# FYI: Emblem X-T $50 at Cabelas



## OldBay (May 15, 2003)

$50 Daiwa Emblem X-T Saltwater Spinning Reels

Special Buy 
Huge spool diameter lets line flow freely in larger coils and produces less line memory. Three ball bearings provide the ultimate in smooth operation. Longcast spool features titanium-nitride spool lip. Ten oversize felt and stainless steel drag washers give smooth fish-stopping control. Excellent choice for surf or boat fishing.

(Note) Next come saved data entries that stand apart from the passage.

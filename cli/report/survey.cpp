// SPDX-License-Identifier: MIT
#include "cli/report/survey.hpp"
#include "cli/design/quantity.hpp"
#include "cli/report/json_text.hpp"
#include "cli/report/lines_of_text.hpp"
#include "cli/report/ranges.hpp"
#include "cli/report/say.hpp"
#include "engine/time/instant_text.hpp"

#include <algorithm>
#include <array>
#include <cmath>

namespace dialwright::cli {
namespace {

using Fault = WallAnswer::Fault;

/// A facing that is known no better than the first spoils a dial by several minutes; than the second, it is no survey.
constexpr double k_good_facing_deg = 1.0, k_least_facing_deg = 5.0, k_one_moment_deg = 2.0;

/// The clock may have been off by an hour of summer time or of the zone.
bool whole_hour(const WallAnswer& answer) {
    const double hours = answer.clock_s.value / 3600, range = answer.clock_s.range / 3600;
    return answer.fault == Fault::clock && std::abs(hours) > 0.75 &&
           std::abs(hours - std::round(hours)) < std::max(range, 0.02);
}

std::string next_words(const SurveyFile& file, const WallSurvey& survey) {
    if (!survey.next)
        return "take more readings, with the Sun as far to the other side of the wall as it comes";
    return fmt::format(
        "one more shadow would help most at about {} on such a day: the facing would then be known to {}",
        say_clock(*file.zone, survey.next->at), say_give(survey.next->facing_range_deg));
}

/// A figure beside the shadows was held to be wrong.
bool of_figure(Fault fault) {
    return fault == Fault::bearing || fault == Fault::lean || fault == Fault::grazing;
}

void judge_faults(const SurveyFile& file, const WallSurvey& survey, SurveyVerdict& verdict) {
    const WallAnswer& first = survey.answers.front();
    if (survey.answers.size() > 1) {
        std::string ways;
        for (const WallAnswer& answer : survey.answers)
            ways += (ways.empty() ? "either " : ", or ") + fault_words(answer);
        ways += ". Such readings alone can't tell which, and the facing depends on it. ";
        if (file.readings.shadows.empty())
            ways += "Measure each again, and time the shadow of a peg, six times over a day";
        else
            ways += "Try the clock against a time signal and the board against a plumb line; ";
        if (!file.readings.shadows.empty() && file.readings.lean_deg)
            ways += "measure again what was measured beside the shadows";
        else if (!file.readings.shadows.empty())
            ways += "a lean measured with plumb line and rule (\"lean: 0° 10' back ± 0.2°\") may tell them apart";
        verdict.notes.push_back(std::move(ways));
    } else if (of_figure(first.fault)) {
        verdict.notes.push_back(fault_words(first) + ", if all else is right. It was left out; measure it again");
    } else if (first.fault != Fault::none) {
        verdict.notes.push_back(fault_words(first) +
                                ". The facing allows for it; put it right and take another reading to be sure");
    }
    if (std::any_of(survey.answers.begin(), survey.answers.end(), whole_hour))
        verdict.notes.push_back(
            "a clock a whole hour off is likelier than a crooked board: was summer time forgotten, or "
            "the zone another?");
}

void judge_strays(const SurveyFile& file, const WallAnswer& answer, SurveyVerdict& verdict) {
    for (std::size_t i = 0; i < answer.stray.size(); ++i)
        if (answer.stray[i])
            verdict.notes.push_back(fmt::format("shadow {} ({}, line {}) lies {} mm from where the others put it and "
                                                "was left out: look at its figures again",
                                                i + 1, say_moment(*file.zone, file.readings.shadows[i].at),
                                                file.at_shadows[i].line,
                                                fixed(std::hypot(answer.off_right_mm[i], answer.off_down_mm[i]), 1)));
}

void fail(const SurveyFile& file, SurveyVerdict& verdict, std::string message, std::string hint) {
    verdict.errors.push_back({file.file, file.at.line, file.at.column, "shadows", std::move(message), std::move(hint)});
}

const char* fault_name(Fault fault) {
    static constexpr std::array<const char*, 6> k_names{"none", "clock", "level", "bearing", "lean", "grazing"};
    return k_names[std::size_t(fault)];
}

void say_answer(LinesOfText& text, const WallAnswer& answer, bool several) {
    if (several)
        text.line("If {}:", fault_words(answer));
    text.line("  facing       {}   ({} from north through east)", say_facing(answer.facing_deg),
              say_decimal(answer.facing_deg));
    if (answer.lean_deg.told)
        text.line("  lean         {}   ({})", say_lean(answer.lean_deg), say_decimal(answer.lean_deg));
    else
        text.line("  lean         not told by these readings: measure it with a plumb line and a rule");
}

} // namespace

std::string fault_words(const WallAnswer& answer) {
    if (answer.fault == Fault::clock)
        return fmt::format("the clock was {} {} (± {})", say_seconds(answer.clock_s.value),
                           answer.clock_s.value > 0 ? "slow" : "fast", say_seconds(answer.clock_s.range));
    if (answer.fault == Fault::level)
        return fmt::format("the board was out of plumb by {} {}, its top to the {}", say_arc(answer.level_deg.value),
                           say_give(answer.level_deg.range), answer.level_deg.value > 0 ? "right" : "left");
    if (answer.fault == Fault::bearing)
        return fmt::format("the compass bearing was off by {}", say_arc(answer.figure_off_deg));
    if (answer.fault == Fault::lean)
        return fmt::format("the lean was measured wrong by {}", say_arc(answer.figure_off_deg));
    if (answer.fault == Fault::grazing)
        return fmt::format("grazing moment {} was wrong, with the Sun {} from the wall's plane", answer.grazing + 1,
                           say_arc(answer.figure_off_deg));
    return "all was as good as its ± says";
}

ShadowTable shadow_table(const SurveyFile& file, const WallAnswer& answer) {
    using layout::Align;
    ShadowTable table;
    table.columns = {{"", Align::right},          {"clock"},
                     {"right mm", Align::right},  {"down mm", Align::right},
                     {"off right", Align::right}, {"off down", Align::right}};
    for (std::size_t i = 0; i < file.readings.shadows.size(); ++i) {
        const PegShadow& shadow = file.readings.shadows[i];
        table.rows.push_back({std::to_string(i + 1), say_moment(*file.zone, shadow.at), fixed(shadow.right_mm, 1),
                              fixed(shadow.down_mm, 1), say_signed(answer.off_right_mm[i], 1),
                              say_signed(answer.off_down_mm[i], 1)});
        if (answer.stray[i])
            table.rows.back().push_back("left out");
    }
    return table;
}

SurveyVerdict verdict_on(const SurveyFile& file, const WallSurvey& survey) {
    SurveyVerdict verdict;
    const bool shadows = !file.readings.shadows.empty();
    if (shadows && survey.sun_span < Angle::degrees(k_one_moment_deg)) {
        fail(file, verdict,
             fmt::format("all shadows were taken within {} of the Sun's way: as good as one moment",
                         say_arc(survey.sun_span.in_degrees())),
             "take two more at least, each an hour or more from the others");
        return verdict;
    }
    if (survey.answers.empty() || survey.too_scattered) {
        std::string hint = "check the peg's length, the place, the zone, that morning and afternoon are not confused, "
                           "and that all were taken on this wall";
        if (survey.swap == WallSurvey::Swap::left_for_right)
            hint = "with left and right exchanged they fit: right is to the right of who faces the wall, left is below "
                   "zero";
        if (survey.swap == WallSurvey::Swap::up_for_down)
            hint = "with up and down exchanged they fit: down counts downwards, what lies above the peg is below zero";
        const std::string scatter = survey.answers.empty() ? std::string{}
                                                           : fmt::format(": they scatter by {} mm",
                                                                         fixed(survey.answers.front().scatter_mm, 0));
        fail(file, verdict, "these readings fit no wall" + scatter, hint);
        return verdict;
    }
    const WallAnswer& answer = survey.answers.front();
    if (answer.facing_deg.range > 45 || !answer.facing_deg.told) {
        fail(file, verdict, "these readings leave the facing open", next_words(file, survey));
        return verdict;
    }
    judge_strays(file, answer, verdict);
    judge_faults(file, survey, verdict);
    if (answer.facing_deg.range > k_good_facing_deg)
        verdict.notes.push_back(
            fmt::format("{} is not near enough to cut a dial by; {}", say_give(answer.facing_deg.range),
                        shadows ? next_words(file, survey) : "time the shadow of a peg, six times over a day"));
    if (file.by_compass)
        verdict.notes.push_back(
            "a compass is pulled by iron in walls, gutters, rails and cars, and by the pocket it came "
            "from: hold it a few metres off the wall, at several places, and trust shadows over it");
    // Facing and lean take two figures.
    if (const WallReadings& given = file.readings;
        !shadows && given.grazings.size() + (given.bearing_deg ? 1 : 0) + (given.lean_deg ? 1 : 0) < 3)
        verdict.notes.push_back("nothing here checks these figures against each other");
    verdict.good_to_cut = survey.answers.size() == 1 && answer.facing_deg.range <= k_least_facing_deg;
    return verdict;
}

std::vector<std::pair<std::string, std::string>> dial_values(const WallSurvey& survey) {
    const WallAnswer& answer = survey.answers.front();
    std::vector<std::pair<std::string, std::string>> values{
        {"facing", bearing_text(to_minutes(answer.facing_deg.value))}};
    if (answer.lean_deg.told)
        values.emplace_back("lean", lean_text(to_minutes(answer.lean_deg.value)));
    return values;
}

std::string survey_text(const SurveyFile& file, const WallSurvey& survey, const SurveyVerdict& verdict) {
    LinesOfText text;
    text.line("{}", file.title.empty() ? file.file : file.title);
    text.line("  place        {}, {}", say_latitude(file.place.site.latitude),
              say_longitude(file.place.site.longitude));
    const bool several = survey.answers.size() > 1;
    for (const WallAnswer& answer : survey.answers)
        say_answer(text, answer, several);
    const WallAnswer& first = survey.answers.front();
    text.line("  every ± here holds 19 times in 20");
    if (!file.readings.shadows.empty()) {
        const ShadowTable table = shadow_table(file, first);
        text.gap();
        text.add(text_table(table.columns, table.rows, 2));
    }
    if (survey.checked) {
        text.gap();
        text.line("  scatter      {} mm either way beside the peg", fixed(first.scatter_mm, 1));
        if (!several && first.fault == Fault::none) {
            text.line("  clock        within its ± {} as far as these readings tell; they would show it from {} off",
                      say_seconds(file.readings.clock_give_s), say_seconds(survey.clock_told_s));
            text.line("  board        plumb within its {} as far as they tell; they would show it from {} off",
                      say_give(file.readings.level_give.in_degrees()), say_arc(survey.level_told_deg));
        }
        text.line("  next         {}", next_words(file, survey));
    }
    if (!verdict.good_to_cut)
        return text.taken();
    text.gap();
    text.line("For the design file, under \"dial:\"");
    for (const auto& [key, value] : dial_values(survey))
        text.line("  {}: {}", key, value);
    return text.taken();
}

std::string survey_json(const SurveyFile& file, const WallSurvey& survey, const SurveyVerdict& verdict) {
    Json out{{"format", 1}, {"title", file.title}};
    out["site"] = {{"latitude_deg", json_number(file.place.site.latitude.in_degrees())},
                   {"longitude_deg", json_number(file.place.site.longitude.in_degrees())},
                   {"zone", file.place.zone}};
    out["good_to_cut"] = verdict.good_to_cut;
    out["checked"] = survey.checked;
    Json answers = Json::array();
    for (const WallAnswer& answer : survey.answers) {
        Json one{{"fault", fault_name(answer.fault)},
                 {"figure_off_deg", of_figure(answer.fault) ? json_number(answer.figure_off_deg) : Json{}},
                 {"facing_deg", json_found(answer.facing_deg)},
                 {"lean_deg", json_found(answer.lean_deg)},
                 {"clock_slow_s", json_found(answer.clock_s)},
                 {"board_turned_deg", json_found(answer.level_deg)},
                 {"scatter_mm", survey.checked ? json_number(answer.scatter_mm) : Json{}}};
        Json shadows = Json::array();
        for (std::size_t i = 0; i < answer.stray.size(); ++i)
            shadows.push_back({{"at", write_instant(file.readings.shadows[i].at)},
                               {"off_right_mm", json_number(answer.off_right_mm[i])},
                               {"off_down_mm", json_number(answer.off_down_mm[i])},
                               {"left_out", bool(answer.stray[i])}});
        one["shadows"] = std::move(shadows);
        answers.push_back(std::move(one));
    }
    out["answers"] = std::move(answers);
    out["shows_from"] = {{"clock_s", survey.checked ? json_number(survey.clock_told_s) : Json{}},
                         {"board_deg", survey.checked ? json_number(survey.level_told_deg) : Json{}}};
    out["next"] = survey.next ? Json{{"at", write_instant(survey.next->at)},
                                     {"facing_range_deg", json_number(survey.next->facing_range_deg)}}
                              : Json{};
    out["notes"] = verdict.notes;
    return json_text(out);
}

} // namespace dialwright::cli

Cabelas Summer Sale section has these reel for $50. Thats pretty cheap.


----------



## CrawFish (Sep 23, 2003)

*Just Ordered*

I just ordered one for back up to my 5000xt. 

Thanks OldBay!


----------



## can't fish today (Oct 8, 2003)

Thanks OldBay. I've looked at those since the earlier post when they were a little more. I picked up the 5000 and 5500. I can hardly wait to try these out in September. 









CFT


----------



## ericlr (Jun 22, 2004)

THANKS FOR THE HEADS UP!!!!

The 6000 was sold out but I did pick up a 5500. I'm excited as this is my first quality surf reel.

E


----------



## Big Rad (May 19, 2003)

*I ordered two*

Thanks Oldbay. I just had two different reels go belly up on me. I hope these are "casters"  I'll be getting mine on Tuesday!


----------



## CrawFish (Sep 23, 2003)

Got mine yesterday. Now the other one won't feel lonely.


----------



## ericlr (Jun 22, 2004)

HELP!

What are you guys going to mate your's to?

Do you already have a rod, or are you shopping like me? As you can tel, I'm desperate and could use some input.

E


----------



## CrawFish (Sep 23, 2003)

I have 2 penn spinfishers big game surf 11foot, 1M action 2-6 and 1H 2-8. I have seen people match it up with the Salaris 11 or 12. This set up will get your bait out there. The OM's are good, but too heavy IMO. Anything below 10ft is too short for this reel, I would think, unless you're on the pier.


----------



## Big Rad (May 19, 2003)

ericlr said:


> HELP!
> 
> What are you guys going to mate your's to?
> 
> ...


The 5500 is going on a MH 12 footer
The next smallest is going on my son's 12 foot MH ugly stick (noodle tip)


----------



## ericlr (Jun 22, 2004)

I have seen the term "noodle rod" or "tip" on ebay and other sites. What is it, slang for soft tip(fast action)?


----------